▸ **TASK PROMPT**: Hunt through the entries for the word "finished" and copy each line in which it appears.

---+---

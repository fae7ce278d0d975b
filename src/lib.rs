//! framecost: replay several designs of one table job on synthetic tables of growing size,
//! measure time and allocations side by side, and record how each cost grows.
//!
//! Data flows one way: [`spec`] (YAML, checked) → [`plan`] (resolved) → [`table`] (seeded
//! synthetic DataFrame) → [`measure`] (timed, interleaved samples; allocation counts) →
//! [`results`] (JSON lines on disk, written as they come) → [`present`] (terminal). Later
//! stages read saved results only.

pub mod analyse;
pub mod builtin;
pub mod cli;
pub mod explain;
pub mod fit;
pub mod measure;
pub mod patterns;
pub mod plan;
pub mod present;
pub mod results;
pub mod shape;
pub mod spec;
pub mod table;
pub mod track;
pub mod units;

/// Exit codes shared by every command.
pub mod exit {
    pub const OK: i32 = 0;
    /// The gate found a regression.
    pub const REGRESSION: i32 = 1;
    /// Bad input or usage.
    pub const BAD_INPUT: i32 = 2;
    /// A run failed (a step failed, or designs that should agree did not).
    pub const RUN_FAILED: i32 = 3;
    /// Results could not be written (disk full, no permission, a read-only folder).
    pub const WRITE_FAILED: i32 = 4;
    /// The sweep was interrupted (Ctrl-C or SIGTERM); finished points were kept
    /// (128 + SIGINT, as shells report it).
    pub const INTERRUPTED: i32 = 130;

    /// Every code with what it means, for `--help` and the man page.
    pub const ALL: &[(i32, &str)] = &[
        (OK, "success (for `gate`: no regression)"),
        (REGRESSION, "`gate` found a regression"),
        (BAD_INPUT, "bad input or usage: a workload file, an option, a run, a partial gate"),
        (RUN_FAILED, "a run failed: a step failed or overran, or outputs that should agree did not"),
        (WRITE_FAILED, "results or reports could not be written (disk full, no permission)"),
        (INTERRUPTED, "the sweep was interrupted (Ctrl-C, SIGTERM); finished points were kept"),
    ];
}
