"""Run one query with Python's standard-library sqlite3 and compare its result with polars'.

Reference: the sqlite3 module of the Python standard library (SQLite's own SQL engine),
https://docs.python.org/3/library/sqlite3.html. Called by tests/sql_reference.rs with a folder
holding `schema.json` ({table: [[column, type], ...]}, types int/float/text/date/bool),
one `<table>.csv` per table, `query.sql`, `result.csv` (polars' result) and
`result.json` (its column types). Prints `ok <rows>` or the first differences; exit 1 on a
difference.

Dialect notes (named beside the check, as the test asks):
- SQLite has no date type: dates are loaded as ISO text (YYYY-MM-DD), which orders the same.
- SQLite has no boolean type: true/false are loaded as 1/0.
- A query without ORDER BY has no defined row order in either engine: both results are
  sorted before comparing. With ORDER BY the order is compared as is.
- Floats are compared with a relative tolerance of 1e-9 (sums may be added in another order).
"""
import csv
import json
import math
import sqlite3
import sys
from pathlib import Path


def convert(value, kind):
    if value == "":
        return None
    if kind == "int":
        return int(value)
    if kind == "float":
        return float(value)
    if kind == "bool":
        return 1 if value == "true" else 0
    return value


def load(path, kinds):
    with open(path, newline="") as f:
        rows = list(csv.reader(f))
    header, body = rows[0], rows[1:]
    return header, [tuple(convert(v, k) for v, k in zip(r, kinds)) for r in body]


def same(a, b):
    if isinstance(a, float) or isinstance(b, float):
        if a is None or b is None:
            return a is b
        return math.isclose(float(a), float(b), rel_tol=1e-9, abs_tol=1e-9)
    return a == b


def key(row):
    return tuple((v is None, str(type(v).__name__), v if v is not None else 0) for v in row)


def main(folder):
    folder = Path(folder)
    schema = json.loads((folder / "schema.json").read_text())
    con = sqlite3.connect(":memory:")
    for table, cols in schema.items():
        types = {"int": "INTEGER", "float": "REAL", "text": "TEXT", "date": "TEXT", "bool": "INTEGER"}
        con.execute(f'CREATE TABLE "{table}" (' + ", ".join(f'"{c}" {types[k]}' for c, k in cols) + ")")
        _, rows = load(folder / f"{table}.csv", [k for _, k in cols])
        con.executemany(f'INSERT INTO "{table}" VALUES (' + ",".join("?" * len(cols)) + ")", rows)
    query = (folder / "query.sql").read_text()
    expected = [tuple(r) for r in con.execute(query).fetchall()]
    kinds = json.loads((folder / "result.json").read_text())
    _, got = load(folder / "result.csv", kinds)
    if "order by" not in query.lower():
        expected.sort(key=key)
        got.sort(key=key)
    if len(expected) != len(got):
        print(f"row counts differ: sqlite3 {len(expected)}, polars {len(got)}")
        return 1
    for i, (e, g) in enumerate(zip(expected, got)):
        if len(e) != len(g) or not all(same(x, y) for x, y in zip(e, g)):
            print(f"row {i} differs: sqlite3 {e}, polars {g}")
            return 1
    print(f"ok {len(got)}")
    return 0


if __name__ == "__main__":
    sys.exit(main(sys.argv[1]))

---+---

▸ **RESPONSE FOR THIS EXERCISE**:
    /// The sweep was interrupted (Ctrl-C or SIGTERM); finished points were kept
        (INTERRUPTED, "the sweep was interrupted (Ctrl-C, SIGTERM); finished points were kept"),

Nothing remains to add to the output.